**EXERCISE DESCRIPTION**.
Print word for word the first line of the records below and every following line through the one containing "its own. */"; print nothing else.
+++ MATERIAL FOR THIS EXERCISE +++
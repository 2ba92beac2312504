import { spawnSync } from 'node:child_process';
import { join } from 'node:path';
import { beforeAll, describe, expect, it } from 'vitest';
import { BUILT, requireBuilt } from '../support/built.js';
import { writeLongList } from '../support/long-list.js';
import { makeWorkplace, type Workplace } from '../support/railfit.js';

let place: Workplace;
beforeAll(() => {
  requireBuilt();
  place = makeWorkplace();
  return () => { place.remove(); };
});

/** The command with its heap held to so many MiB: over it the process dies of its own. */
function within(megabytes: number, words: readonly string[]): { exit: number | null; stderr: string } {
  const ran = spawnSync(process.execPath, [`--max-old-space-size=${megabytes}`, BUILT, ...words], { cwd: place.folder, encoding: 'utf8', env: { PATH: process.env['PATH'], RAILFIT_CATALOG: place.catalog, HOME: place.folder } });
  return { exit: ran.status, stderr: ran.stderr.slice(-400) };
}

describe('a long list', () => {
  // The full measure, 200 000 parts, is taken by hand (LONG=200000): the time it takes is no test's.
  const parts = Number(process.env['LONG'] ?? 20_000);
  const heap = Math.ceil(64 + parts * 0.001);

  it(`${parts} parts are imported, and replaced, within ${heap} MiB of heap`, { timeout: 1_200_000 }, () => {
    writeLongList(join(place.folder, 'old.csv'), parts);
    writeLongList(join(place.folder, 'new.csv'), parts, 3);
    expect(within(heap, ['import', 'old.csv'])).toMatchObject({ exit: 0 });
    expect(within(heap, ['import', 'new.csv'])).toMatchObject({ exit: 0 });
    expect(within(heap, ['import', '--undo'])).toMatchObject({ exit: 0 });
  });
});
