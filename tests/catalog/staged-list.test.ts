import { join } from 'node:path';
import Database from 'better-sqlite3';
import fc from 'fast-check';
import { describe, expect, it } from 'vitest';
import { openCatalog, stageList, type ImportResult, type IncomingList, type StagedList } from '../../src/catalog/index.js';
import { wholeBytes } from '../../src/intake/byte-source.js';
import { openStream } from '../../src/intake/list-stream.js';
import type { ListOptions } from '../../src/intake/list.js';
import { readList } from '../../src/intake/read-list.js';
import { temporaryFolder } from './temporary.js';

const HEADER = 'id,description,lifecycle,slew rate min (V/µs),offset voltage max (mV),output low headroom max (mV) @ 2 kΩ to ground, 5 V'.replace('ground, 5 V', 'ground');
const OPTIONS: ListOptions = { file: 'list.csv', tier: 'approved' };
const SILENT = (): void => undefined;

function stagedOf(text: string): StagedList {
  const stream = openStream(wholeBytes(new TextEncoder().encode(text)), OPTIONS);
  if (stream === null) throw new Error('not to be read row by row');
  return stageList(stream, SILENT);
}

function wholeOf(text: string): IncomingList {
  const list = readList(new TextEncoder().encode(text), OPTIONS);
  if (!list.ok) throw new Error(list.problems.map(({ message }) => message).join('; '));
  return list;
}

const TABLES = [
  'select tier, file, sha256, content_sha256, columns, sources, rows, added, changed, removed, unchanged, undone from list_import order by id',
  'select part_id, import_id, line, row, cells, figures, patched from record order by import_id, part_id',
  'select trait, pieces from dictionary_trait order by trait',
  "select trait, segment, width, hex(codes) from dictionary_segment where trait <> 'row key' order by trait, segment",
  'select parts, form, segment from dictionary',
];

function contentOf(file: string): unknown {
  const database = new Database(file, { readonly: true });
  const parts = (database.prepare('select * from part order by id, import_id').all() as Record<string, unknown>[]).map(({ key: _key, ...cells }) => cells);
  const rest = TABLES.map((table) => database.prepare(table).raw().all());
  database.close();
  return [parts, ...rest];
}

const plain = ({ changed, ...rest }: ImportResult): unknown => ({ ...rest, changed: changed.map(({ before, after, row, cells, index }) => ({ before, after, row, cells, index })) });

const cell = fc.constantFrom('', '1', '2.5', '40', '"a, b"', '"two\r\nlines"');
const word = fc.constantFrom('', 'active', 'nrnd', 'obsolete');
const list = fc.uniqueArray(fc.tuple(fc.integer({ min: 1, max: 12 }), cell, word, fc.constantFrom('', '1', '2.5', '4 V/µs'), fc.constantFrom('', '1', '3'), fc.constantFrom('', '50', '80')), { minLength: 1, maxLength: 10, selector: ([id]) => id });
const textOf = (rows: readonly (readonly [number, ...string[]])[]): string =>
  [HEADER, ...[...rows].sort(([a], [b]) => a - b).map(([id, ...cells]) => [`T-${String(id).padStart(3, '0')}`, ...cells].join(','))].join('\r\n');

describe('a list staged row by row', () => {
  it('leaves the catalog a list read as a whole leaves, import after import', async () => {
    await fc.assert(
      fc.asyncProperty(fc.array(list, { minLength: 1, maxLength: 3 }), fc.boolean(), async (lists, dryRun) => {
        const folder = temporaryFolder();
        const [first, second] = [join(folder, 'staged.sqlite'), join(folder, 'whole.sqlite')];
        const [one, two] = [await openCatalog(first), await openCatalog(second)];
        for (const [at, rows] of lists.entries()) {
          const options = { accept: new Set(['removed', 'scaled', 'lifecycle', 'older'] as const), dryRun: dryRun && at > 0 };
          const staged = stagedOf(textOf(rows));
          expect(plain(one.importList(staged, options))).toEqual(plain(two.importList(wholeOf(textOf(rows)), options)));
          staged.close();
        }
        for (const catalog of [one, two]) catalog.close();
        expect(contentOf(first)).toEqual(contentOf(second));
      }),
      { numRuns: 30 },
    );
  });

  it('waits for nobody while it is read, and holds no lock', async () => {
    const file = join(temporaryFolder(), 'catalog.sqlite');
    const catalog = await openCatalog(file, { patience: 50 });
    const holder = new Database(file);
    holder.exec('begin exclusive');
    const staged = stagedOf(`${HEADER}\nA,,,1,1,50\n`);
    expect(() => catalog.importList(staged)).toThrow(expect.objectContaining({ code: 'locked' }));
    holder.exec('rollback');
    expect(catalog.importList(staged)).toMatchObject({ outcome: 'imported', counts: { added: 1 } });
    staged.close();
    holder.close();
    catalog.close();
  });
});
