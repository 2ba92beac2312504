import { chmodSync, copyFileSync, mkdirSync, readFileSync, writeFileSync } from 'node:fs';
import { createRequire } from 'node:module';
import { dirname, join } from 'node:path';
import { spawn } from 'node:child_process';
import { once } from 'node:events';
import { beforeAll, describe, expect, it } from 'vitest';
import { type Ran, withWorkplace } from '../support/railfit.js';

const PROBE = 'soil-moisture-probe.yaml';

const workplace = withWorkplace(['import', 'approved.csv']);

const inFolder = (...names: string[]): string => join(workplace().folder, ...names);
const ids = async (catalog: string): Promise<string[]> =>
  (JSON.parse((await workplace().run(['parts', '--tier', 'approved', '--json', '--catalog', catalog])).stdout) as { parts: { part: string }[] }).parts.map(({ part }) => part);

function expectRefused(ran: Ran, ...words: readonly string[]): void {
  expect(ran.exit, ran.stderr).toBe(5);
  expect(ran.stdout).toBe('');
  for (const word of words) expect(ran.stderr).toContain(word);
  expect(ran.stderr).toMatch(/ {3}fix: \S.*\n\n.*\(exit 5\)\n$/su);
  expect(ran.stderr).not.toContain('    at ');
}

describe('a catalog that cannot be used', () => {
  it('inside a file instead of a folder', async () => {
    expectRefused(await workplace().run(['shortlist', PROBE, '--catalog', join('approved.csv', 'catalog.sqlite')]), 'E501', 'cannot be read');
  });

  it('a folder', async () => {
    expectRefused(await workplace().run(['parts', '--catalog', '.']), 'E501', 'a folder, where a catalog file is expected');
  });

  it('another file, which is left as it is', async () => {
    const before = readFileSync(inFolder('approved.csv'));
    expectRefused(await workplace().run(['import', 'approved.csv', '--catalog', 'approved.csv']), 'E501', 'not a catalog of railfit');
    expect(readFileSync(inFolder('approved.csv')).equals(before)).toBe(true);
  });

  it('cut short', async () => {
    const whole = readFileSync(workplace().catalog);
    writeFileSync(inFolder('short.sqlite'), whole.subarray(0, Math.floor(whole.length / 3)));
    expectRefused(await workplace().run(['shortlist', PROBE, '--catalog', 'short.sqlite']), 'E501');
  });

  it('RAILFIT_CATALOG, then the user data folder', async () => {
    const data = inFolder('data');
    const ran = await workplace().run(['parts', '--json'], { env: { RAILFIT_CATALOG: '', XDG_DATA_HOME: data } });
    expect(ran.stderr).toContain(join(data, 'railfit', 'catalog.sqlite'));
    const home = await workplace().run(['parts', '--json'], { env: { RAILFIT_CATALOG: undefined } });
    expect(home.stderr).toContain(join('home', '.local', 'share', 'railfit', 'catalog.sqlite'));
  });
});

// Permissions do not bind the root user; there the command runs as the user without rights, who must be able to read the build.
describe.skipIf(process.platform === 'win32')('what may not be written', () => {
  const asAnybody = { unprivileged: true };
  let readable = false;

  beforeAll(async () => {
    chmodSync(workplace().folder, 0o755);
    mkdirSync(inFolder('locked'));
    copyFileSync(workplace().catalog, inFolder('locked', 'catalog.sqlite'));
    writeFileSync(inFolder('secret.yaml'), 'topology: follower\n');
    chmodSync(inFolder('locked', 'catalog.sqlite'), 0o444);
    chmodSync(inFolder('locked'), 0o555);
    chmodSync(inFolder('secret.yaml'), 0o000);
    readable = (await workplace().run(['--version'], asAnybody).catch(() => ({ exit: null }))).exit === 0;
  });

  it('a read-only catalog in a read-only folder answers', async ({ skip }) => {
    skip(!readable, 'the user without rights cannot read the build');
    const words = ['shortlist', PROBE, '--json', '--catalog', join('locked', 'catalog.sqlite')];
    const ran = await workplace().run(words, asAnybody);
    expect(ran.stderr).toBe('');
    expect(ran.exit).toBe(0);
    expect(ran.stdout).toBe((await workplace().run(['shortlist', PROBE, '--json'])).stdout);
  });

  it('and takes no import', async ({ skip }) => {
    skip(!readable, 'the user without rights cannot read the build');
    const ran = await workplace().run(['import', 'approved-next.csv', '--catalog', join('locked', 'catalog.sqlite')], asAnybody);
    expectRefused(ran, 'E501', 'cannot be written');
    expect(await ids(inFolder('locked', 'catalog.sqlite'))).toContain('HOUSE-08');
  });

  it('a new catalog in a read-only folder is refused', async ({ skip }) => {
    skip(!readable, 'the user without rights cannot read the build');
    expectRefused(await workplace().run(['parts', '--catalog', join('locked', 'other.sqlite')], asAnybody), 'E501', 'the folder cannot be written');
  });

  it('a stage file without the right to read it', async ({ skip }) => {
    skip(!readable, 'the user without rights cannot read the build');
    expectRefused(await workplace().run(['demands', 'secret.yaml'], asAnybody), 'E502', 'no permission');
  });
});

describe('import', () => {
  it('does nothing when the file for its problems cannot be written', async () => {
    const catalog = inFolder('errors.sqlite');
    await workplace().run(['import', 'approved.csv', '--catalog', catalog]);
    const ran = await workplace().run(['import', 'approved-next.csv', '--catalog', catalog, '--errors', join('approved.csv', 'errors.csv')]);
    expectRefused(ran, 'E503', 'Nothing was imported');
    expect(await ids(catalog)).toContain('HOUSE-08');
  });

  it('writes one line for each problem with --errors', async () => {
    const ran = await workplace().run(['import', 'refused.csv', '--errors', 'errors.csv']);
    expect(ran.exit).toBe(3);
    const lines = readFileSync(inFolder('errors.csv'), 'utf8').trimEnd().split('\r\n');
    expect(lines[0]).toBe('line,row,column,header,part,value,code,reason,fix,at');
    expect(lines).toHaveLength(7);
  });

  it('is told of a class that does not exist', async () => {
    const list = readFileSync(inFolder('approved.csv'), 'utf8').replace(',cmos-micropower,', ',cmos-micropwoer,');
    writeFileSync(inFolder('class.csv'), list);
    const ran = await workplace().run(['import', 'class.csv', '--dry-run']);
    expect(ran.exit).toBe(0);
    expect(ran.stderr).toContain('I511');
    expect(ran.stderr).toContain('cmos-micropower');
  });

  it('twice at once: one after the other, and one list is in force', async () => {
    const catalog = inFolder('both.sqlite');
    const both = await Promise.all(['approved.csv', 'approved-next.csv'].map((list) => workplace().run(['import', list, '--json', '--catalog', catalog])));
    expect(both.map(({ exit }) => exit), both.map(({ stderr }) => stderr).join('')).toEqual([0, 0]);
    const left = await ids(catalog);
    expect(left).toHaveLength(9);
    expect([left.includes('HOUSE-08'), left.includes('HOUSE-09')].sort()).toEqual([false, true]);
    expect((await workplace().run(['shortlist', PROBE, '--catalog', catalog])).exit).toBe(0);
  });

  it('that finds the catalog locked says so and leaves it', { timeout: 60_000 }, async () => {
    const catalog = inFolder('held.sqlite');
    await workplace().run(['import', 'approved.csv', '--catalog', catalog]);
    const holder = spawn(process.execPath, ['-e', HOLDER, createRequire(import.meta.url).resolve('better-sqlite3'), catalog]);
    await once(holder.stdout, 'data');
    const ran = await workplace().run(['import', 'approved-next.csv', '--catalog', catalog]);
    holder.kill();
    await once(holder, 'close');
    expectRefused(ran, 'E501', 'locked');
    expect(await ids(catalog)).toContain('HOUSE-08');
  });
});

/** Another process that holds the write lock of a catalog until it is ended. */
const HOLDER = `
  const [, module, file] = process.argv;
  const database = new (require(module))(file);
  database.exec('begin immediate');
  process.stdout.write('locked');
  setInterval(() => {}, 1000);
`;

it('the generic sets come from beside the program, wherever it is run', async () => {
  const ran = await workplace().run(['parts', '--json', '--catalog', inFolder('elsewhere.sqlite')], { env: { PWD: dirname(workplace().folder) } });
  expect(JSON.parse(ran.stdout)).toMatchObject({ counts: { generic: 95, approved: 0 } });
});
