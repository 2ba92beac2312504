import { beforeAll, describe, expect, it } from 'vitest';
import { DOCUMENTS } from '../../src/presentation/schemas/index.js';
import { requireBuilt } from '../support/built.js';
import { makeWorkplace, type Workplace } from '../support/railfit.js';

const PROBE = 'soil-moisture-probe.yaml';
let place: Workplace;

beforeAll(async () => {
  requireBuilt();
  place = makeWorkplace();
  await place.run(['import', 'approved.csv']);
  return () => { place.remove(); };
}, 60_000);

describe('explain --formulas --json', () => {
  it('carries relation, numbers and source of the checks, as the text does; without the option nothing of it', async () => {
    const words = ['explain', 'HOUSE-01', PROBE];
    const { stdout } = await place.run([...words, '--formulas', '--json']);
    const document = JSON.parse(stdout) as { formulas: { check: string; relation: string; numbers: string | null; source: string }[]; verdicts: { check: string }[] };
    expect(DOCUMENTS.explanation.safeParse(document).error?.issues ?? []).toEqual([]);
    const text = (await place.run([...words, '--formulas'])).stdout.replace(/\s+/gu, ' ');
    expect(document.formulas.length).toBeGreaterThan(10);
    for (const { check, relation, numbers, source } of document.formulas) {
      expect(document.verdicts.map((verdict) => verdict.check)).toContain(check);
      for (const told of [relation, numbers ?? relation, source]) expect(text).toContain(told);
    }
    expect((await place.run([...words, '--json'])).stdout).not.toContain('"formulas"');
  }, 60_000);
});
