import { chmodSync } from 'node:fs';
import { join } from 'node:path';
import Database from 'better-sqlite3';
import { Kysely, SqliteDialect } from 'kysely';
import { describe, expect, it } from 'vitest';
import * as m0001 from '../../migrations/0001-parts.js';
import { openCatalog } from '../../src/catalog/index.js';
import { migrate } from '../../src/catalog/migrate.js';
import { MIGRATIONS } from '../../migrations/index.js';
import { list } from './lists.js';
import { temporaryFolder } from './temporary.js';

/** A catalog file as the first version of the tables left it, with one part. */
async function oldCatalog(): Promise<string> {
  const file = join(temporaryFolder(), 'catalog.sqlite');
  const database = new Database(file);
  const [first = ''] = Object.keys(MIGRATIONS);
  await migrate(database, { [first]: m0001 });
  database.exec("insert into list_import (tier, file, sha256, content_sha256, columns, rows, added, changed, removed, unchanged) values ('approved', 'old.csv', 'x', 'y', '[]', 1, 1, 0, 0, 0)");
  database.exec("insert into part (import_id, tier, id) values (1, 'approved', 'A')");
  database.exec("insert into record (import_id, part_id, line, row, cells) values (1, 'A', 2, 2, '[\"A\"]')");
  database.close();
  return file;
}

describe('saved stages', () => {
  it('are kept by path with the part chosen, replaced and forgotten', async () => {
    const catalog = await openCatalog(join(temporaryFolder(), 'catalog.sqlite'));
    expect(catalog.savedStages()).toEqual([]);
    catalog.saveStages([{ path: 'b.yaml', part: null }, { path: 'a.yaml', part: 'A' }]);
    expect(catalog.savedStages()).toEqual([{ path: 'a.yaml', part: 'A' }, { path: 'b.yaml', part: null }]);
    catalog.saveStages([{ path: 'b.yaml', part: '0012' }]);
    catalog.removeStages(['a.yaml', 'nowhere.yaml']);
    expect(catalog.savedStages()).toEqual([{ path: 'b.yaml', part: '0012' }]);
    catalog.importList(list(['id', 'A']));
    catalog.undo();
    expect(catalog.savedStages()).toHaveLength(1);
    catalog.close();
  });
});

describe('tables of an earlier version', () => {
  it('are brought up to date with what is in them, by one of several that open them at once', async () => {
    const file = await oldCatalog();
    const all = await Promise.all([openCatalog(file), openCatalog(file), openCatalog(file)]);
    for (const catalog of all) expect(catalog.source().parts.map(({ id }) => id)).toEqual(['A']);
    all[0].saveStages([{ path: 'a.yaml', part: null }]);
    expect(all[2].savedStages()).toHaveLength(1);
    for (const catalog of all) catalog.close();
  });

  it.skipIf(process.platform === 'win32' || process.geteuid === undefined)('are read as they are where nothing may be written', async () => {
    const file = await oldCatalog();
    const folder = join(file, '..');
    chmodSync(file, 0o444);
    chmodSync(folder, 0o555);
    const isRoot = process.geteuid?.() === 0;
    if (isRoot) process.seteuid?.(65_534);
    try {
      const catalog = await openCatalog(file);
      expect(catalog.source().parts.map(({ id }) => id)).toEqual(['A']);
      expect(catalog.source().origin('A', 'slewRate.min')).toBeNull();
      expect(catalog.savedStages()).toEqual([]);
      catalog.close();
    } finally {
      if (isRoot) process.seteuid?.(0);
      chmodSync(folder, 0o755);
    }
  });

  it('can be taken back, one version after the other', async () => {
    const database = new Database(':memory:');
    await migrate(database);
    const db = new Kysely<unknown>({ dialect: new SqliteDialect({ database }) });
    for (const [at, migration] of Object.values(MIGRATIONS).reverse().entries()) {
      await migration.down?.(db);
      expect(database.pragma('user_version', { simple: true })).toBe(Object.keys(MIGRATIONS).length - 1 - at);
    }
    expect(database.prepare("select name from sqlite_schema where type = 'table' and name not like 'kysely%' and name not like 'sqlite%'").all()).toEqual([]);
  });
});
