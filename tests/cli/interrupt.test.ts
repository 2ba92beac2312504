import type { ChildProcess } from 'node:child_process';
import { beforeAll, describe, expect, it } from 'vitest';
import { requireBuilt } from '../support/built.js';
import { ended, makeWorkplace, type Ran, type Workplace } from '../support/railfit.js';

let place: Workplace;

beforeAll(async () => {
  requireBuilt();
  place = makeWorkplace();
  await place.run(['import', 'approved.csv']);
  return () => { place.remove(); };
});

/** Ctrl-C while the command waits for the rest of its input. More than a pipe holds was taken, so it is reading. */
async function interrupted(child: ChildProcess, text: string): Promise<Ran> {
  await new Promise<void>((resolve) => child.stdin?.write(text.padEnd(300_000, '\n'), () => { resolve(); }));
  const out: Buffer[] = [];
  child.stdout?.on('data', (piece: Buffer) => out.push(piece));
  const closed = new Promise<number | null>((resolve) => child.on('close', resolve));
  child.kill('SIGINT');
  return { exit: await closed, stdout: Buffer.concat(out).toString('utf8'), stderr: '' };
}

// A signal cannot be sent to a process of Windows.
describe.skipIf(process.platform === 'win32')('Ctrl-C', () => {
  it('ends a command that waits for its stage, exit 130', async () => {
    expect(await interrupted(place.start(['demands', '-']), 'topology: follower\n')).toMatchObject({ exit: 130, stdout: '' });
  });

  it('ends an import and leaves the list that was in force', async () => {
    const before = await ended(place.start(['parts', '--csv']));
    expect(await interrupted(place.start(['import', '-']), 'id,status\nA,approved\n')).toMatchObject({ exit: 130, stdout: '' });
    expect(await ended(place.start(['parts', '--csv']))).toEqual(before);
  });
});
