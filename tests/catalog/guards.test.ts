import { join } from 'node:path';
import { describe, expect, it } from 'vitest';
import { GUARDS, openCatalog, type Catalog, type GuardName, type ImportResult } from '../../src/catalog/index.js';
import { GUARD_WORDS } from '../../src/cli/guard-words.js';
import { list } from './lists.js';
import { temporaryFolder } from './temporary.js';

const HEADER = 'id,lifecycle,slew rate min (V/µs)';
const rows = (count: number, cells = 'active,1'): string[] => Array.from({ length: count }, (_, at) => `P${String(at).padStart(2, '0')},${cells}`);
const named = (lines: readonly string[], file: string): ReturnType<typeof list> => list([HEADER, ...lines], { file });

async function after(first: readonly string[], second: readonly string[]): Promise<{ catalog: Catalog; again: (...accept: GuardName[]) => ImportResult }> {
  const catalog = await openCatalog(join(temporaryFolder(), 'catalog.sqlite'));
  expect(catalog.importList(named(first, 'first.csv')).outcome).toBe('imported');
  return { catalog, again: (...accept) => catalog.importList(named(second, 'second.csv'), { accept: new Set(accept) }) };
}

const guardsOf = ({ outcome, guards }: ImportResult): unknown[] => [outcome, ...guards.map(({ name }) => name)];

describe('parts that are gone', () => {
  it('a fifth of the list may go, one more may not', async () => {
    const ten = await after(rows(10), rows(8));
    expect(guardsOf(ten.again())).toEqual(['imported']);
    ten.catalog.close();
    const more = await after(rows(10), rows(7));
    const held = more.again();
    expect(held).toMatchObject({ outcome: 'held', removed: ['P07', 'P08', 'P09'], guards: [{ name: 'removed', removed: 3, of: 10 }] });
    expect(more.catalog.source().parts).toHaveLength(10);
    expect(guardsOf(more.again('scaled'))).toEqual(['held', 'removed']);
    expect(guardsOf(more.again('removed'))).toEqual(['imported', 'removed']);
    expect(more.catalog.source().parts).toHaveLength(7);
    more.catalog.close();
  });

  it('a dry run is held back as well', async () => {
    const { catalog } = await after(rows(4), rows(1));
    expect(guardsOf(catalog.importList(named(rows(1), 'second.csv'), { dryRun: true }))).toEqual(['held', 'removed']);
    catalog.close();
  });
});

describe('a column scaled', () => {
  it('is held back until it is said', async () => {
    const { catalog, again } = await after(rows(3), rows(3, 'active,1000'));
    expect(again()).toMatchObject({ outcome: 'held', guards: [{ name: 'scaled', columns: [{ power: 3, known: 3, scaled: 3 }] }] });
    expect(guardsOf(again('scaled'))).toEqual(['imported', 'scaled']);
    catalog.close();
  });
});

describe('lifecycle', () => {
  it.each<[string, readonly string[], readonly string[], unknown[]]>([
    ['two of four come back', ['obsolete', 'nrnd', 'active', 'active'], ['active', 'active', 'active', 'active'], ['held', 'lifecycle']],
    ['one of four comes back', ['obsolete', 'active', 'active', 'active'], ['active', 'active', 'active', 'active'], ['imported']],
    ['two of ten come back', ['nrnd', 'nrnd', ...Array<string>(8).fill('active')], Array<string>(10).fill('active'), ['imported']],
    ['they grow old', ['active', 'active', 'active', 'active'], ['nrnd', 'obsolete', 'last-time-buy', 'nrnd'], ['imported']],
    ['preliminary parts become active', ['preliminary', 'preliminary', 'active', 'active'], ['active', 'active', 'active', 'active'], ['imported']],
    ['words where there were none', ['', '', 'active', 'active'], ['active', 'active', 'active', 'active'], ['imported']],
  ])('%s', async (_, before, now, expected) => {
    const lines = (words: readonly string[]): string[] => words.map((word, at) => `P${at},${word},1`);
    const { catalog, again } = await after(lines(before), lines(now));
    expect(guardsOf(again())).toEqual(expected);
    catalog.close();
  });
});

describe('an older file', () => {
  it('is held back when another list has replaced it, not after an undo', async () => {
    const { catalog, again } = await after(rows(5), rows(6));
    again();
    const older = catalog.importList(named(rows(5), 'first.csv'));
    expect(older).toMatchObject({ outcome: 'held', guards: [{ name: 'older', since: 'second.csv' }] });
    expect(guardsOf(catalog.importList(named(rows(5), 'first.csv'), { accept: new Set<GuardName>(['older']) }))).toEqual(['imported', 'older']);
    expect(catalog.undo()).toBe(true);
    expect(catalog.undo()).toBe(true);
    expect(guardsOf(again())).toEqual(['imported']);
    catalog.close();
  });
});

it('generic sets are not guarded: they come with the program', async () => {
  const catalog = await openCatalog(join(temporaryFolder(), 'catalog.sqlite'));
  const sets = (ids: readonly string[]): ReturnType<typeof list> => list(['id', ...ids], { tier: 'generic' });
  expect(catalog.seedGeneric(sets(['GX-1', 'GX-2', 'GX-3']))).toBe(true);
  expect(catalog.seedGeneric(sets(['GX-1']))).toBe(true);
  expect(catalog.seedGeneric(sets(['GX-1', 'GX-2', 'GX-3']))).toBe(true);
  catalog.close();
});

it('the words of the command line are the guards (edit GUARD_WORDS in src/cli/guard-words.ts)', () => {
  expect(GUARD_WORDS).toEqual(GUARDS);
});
+++
**SOLUTION FOR THIS TASK**.
repository 2ba92beac2312504
import { spawnSync } from 'node:child_process';
import { join } from 'node:path';
import { beforeAll, describe, expect, it } from 'vitest';
import { BUILT, requireBuilt } from '../support/built.js';
import { writeLongList } from '../support/long-list.js';
import { makeWorkplace, type Workplace } from '../support/railfit.js';

let place: Workplace;
beforeAll(() => {
  requireBuilt();
  place = makeWorkplace();
  return () => { place.remove(); };
});

/** The command with its heap held to so many MiB: over it the process dies of its own. */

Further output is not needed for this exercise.